Print nothing except the lines of the listing below from the line with "for _ in 0..12" to the line with "pub(super) fn polish(&self, r: f64, rule: Rule, g: &dyn", each exactly as written, both ends included.

+--

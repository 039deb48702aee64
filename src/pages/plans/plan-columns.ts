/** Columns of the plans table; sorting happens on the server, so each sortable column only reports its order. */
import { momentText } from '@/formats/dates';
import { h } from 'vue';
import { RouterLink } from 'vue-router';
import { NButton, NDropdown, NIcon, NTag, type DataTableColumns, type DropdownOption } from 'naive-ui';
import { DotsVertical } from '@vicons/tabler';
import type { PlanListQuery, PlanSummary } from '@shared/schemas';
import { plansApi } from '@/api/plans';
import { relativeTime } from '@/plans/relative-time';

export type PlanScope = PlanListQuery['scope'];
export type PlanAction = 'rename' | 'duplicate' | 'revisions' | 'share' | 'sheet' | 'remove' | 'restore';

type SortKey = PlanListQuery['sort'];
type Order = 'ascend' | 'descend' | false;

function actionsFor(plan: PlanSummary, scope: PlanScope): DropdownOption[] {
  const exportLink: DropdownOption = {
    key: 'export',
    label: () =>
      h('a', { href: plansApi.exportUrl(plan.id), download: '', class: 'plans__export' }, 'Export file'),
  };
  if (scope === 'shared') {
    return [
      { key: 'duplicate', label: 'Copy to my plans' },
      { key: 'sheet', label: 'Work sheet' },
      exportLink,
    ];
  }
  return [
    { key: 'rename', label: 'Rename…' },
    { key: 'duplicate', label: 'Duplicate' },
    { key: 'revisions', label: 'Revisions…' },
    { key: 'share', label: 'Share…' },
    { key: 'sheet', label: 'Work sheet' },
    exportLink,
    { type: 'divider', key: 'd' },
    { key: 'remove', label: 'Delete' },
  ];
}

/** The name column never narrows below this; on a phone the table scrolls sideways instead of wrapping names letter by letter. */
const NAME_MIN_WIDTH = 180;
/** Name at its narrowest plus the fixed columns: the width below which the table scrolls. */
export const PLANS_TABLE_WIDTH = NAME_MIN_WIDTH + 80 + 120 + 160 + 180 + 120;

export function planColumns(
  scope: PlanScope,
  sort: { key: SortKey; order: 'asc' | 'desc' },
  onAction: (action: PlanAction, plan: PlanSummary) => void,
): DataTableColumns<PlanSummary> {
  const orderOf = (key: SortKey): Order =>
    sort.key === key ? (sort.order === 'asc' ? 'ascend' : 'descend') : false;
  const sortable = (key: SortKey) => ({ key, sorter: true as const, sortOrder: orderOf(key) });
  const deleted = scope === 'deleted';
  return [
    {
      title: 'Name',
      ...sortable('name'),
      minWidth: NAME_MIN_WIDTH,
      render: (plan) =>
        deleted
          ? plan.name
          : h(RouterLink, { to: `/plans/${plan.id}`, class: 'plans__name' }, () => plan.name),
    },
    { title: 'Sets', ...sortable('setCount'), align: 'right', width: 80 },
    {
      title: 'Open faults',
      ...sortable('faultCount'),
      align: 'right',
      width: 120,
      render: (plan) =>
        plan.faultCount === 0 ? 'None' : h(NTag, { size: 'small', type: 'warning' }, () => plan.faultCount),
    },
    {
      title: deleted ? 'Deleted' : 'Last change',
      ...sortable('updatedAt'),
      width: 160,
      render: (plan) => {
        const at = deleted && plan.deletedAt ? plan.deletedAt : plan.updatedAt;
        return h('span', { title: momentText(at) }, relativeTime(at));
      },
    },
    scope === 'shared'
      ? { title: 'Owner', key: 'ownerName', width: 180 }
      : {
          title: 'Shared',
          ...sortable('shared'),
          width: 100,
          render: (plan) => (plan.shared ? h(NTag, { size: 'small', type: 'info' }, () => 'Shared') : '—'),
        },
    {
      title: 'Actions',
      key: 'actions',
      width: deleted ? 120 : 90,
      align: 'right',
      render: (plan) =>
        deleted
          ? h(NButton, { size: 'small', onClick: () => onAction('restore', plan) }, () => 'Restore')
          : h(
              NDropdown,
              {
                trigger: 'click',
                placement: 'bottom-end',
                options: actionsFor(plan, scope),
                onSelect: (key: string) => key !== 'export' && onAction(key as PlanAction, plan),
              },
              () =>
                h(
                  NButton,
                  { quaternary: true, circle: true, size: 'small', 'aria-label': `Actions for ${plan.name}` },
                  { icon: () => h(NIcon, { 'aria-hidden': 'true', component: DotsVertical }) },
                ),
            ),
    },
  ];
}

+--

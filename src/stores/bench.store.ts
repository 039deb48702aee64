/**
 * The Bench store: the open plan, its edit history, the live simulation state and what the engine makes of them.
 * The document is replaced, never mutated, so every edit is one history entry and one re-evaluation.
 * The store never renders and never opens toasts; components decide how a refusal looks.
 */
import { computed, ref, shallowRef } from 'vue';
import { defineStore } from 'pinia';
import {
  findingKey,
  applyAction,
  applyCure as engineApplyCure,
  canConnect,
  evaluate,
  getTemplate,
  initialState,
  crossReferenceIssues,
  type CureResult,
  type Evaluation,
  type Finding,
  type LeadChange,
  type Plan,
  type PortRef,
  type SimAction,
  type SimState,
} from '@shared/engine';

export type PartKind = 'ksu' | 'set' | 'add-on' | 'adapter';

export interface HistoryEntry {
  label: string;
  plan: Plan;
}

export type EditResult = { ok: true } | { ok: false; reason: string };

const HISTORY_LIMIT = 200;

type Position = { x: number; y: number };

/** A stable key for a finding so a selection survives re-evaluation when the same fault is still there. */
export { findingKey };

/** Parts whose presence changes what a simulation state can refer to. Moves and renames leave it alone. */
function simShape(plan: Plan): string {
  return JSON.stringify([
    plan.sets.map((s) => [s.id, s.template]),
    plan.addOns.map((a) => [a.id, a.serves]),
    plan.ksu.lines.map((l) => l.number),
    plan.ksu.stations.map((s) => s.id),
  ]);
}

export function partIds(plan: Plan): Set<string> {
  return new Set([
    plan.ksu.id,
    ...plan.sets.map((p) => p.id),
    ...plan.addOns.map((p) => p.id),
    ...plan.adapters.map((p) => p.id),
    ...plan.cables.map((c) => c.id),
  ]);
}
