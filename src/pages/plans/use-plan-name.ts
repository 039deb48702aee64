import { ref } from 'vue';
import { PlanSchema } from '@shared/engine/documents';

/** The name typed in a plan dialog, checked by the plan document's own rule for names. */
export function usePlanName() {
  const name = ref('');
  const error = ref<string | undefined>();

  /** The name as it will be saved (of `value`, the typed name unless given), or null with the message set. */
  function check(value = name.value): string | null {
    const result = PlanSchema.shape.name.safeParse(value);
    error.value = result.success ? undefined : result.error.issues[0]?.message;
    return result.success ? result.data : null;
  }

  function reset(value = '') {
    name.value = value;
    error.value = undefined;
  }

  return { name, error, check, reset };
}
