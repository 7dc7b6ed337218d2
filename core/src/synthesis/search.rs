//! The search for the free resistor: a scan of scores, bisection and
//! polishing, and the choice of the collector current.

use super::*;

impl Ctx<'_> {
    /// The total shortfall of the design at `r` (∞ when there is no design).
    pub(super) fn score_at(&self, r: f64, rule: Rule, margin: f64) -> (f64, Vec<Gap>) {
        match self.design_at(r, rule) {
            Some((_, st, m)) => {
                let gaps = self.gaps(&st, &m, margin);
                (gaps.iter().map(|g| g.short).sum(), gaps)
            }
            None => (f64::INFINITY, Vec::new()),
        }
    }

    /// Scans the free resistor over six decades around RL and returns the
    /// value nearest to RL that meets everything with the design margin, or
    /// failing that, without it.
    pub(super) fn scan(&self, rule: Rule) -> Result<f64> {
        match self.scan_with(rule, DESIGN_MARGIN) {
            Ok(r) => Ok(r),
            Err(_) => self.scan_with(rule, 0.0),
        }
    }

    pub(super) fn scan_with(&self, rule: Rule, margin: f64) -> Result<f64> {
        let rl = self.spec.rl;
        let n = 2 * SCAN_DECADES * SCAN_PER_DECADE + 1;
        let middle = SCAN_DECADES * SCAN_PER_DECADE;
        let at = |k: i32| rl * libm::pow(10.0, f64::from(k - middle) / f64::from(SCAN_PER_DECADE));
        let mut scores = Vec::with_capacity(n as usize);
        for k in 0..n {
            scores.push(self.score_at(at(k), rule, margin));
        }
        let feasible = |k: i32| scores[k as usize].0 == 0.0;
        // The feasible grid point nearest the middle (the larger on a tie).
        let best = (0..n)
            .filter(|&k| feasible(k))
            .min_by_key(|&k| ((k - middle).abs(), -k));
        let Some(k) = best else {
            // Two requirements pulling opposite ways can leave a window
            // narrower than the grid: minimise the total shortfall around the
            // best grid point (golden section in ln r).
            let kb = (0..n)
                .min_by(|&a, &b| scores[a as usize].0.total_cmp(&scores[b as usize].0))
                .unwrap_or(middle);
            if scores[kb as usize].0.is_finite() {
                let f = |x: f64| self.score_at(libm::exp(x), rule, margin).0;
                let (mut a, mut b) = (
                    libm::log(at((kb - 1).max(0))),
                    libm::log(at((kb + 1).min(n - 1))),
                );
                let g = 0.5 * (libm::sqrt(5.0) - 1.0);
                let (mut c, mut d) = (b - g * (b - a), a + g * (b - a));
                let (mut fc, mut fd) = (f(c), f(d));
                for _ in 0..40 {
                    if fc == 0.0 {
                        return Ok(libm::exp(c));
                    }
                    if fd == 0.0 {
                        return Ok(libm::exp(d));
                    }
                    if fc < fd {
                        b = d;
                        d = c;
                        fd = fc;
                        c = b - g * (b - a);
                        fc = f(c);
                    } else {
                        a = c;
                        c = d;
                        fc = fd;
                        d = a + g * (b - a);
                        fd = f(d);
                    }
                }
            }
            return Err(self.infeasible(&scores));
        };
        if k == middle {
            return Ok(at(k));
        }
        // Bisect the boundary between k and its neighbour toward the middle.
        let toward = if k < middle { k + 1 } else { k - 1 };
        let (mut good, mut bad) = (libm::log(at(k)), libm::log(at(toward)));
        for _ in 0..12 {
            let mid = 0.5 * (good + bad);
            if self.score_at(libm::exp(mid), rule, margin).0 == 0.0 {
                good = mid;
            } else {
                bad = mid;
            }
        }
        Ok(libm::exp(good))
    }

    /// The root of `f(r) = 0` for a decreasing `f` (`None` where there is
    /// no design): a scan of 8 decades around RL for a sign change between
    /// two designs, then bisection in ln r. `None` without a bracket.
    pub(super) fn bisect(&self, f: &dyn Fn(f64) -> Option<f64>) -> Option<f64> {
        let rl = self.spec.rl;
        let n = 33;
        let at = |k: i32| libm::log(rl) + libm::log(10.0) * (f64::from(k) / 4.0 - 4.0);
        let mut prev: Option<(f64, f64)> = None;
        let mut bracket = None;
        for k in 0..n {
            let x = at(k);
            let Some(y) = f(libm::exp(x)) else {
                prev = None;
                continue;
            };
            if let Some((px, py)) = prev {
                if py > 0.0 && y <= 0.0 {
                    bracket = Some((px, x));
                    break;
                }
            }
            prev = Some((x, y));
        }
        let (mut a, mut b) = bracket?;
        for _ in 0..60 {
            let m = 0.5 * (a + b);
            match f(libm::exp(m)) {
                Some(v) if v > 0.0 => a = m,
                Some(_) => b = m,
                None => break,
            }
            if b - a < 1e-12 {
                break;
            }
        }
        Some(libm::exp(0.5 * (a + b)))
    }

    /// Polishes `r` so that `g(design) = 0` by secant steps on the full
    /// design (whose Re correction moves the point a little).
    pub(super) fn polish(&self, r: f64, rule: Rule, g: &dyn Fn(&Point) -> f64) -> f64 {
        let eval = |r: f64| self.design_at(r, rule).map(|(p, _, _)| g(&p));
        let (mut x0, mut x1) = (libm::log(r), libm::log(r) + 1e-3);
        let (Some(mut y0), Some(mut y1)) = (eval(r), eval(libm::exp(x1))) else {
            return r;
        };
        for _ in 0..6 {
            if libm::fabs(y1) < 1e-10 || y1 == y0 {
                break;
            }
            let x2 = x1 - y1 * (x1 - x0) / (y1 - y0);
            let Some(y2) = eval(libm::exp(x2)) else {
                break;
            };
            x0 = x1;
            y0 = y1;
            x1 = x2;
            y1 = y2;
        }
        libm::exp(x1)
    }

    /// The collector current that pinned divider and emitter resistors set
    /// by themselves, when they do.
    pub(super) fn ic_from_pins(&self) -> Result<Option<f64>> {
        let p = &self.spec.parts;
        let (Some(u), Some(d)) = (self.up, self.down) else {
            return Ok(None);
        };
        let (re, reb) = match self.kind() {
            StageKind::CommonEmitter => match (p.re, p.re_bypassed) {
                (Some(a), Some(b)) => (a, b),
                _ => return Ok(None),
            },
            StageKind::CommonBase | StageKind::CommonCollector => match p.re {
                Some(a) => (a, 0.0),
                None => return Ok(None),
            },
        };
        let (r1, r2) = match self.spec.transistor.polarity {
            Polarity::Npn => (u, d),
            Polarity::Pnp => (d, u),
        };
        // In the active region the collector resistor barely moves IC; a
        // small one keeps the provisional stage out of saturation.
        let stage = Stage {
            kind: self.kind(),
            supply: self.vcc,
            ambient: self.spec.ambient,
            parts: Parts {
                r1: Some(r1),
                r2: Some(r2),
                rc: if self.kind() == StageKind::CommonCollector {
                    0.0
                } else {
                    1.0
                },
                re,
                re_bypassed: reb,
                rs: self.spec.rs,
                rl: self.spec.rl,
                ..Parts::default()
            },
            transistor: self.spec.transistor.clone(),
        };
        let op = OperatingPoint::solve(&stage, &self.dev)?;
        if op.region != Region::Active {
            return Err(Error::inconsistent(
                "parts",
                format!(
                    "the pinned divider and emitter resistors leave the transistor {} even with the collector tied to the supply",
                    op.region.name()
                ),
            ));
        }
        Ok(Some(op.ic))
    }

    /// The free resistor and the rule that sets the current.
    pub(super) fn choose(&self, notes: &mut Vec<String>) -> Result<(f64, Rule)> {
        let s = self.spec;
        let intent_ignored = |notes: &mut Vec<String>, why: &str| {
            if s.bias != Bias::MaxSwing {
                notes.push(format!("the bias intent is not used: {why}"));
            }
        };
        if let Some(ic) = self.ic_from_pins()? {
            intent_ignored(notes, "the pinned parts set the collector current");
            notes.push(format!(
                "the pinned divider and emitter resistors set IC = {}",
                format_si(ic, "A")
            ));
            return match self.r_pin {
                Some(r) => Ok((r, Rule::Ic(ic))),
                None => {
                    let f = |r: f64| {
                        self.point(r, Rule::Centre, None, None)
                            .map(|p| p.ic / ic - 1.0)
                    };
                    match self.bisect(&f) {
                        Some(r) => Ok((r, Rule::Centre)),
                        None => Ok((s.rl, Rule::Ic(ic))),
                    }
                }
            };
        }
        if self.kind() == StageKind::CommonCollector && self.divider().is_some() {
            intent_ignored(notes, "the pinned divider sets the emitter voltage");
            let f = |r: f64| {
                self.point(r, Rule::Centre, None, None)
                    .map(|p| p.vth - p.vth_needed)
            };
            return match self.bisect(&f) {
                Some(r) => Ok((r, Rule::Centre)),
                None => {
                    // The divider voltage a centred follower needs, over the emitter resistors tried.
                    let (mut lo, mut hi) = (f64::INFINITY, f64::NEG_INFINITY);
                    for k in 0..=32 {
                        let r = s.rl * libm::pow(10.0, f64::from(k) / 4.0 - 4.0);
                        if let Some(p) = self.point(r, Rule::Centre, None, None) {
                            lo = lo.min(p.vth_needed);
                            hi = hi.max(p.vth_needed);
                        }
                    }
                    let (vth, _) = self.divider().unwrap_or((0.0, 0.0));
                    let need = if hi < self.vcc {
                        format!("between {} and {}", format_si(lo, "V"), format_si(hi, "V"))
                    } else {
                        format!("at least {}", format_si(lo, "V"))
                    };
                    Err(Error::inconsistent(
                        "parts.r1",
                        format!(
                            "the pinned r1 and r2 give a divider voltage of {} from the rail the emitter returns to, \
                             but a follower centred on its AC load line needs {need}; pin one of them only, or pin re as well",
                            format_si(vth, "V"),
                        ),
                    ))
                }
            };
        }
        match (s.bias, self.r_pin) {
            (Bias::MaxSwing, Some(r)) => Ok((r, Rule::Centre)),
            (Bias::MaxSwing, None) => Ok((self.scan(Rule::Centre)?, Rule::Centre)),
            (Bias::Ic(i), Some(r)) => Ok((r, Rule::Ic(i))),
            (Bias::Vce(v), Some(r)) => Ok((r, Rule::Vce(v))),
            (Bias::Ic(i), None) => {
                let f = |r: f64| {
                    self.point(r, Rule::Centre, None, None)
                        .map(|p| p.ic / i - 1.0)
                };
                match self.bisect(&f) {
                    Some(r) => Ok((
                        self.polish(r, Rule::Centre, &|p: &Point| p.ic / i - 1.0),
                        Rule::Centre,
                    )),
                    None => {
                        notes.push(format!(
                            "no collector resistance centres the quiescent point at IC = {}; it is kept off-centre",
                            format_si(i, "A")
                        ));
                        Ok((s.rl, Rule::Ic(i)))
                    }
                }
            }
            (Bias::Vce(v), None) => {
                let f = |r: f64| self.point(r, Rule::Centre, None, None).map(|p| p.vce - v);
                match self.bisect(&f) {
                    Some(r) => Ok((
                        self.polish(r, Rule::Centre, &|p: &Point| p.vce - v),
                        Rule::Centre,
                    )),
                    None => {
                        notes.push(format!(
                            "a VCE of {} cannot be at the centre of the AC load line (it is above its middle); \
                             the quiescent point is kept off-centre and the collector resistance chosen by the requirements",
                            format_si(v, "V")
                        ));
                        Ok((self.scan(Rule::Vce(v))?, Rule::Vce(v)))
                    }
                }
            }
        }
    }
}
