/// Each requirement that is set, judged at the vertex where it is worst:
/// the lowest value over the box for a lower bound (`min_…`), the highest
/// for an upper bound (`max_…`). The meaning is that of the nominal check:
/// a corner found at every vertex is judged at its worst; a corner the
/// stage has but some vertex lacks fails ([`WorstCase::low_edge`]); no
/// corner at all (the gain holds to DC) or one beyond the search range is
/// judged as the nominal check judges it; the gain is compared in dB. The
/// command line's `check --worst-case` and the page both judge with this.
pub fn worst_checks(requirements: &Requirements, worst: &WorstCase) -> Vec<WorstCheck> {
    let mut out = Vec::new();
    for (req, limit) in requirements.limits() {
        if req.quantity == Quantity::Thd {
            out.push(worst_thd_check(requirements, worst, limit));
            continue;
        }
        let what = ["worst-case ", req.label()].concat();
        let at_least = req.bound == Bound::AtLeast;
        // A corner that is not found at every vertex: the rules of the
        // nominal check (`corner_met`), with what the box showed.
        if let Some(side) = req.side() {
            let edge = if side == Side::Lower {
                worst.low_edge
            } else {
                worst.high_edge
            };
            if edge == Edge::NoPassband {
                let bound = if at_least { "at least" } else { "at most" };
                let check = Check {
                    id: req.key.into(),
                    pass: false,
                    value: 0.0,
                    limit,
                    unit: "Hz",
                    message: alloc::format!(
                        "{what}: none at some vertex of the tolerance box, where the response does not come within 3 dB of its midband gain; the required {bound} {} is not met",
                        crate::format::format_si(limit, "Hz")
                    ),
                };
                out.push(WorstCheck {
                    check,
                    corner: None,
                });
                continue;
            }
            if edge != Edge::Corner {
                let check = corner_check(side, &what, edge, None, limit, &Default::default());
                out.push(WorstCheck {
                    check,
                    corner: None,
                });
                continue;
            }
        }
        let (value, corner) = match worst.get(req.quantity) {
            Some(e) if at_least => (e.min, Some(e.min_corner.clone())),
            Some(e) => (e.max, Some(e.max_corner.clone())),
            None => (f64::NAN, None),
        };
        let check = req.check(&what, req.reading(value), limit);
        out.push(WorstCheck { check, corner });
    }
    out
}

+--

◆ FINISHED TASK
        for _ in 0..12 {
            let mid = 0.5 * (good + bad);
            if self.score_at(libm::exp(mid), rule, margin).0 == 0.0 {
                good = mid;
            } else {
                bad = mid;
            }
        }
        Ok(libm::exp(good))
    }

    /// The root of `f(r) = 0` for a decreasing `f` (`None` where there is
    /// no design): a scan of 8 decades around RL for a sign change between
    /// two designs, then bisection in ln r. `None` without a bracket.
    pub(super) fn bisect(&self, f: &dyn Fn(f64) -> Option<f64>) -> Option<f64> {
        let rl = self.spec.rl;
        let n = 33;
        let at = |k: i32| libm::log(rl) + libm::log(10.0) * (f64::from(k) / 4.0 - 4.0);
        let mut prev: Option<(f64, f64)> = None;
        let mut bracket = None;
        for k in 0..n {
            let x = at(k);
            let Some(y) = f(libm::exp(x)) else {
                prev = None;
                continue;
            };
            if let Some((px, py)) = prev {
                if py > 0.0 && y <= 0.0 {
                    bracket = Some((px, x));
                    break;
                }
            }
            prev = Some((x, y));
        }
        let (mut a, mut b) = bracket?;
        for _ in 0..60 {
            let m = 0.5 * (a + b);
            match f(libm::exp(m)) {
                Some(v) if v > 0.0 => a = m,
                Some(_) => b = m,
                None => break,
            }
            if b - a < 1e-12 {
                break;
            }
        }
        Some(libm::exp(0.5 * (a + b)))
    }

    /// Polishes `r` so that `g(design) = 0` by secant steps on the full
    /// design (whose Re correction moves the point a little).
    pub(super) fn polish(&self, r: f64, rule: Rule, g: &dyn Fn(&Point) -> f64) -> f64 {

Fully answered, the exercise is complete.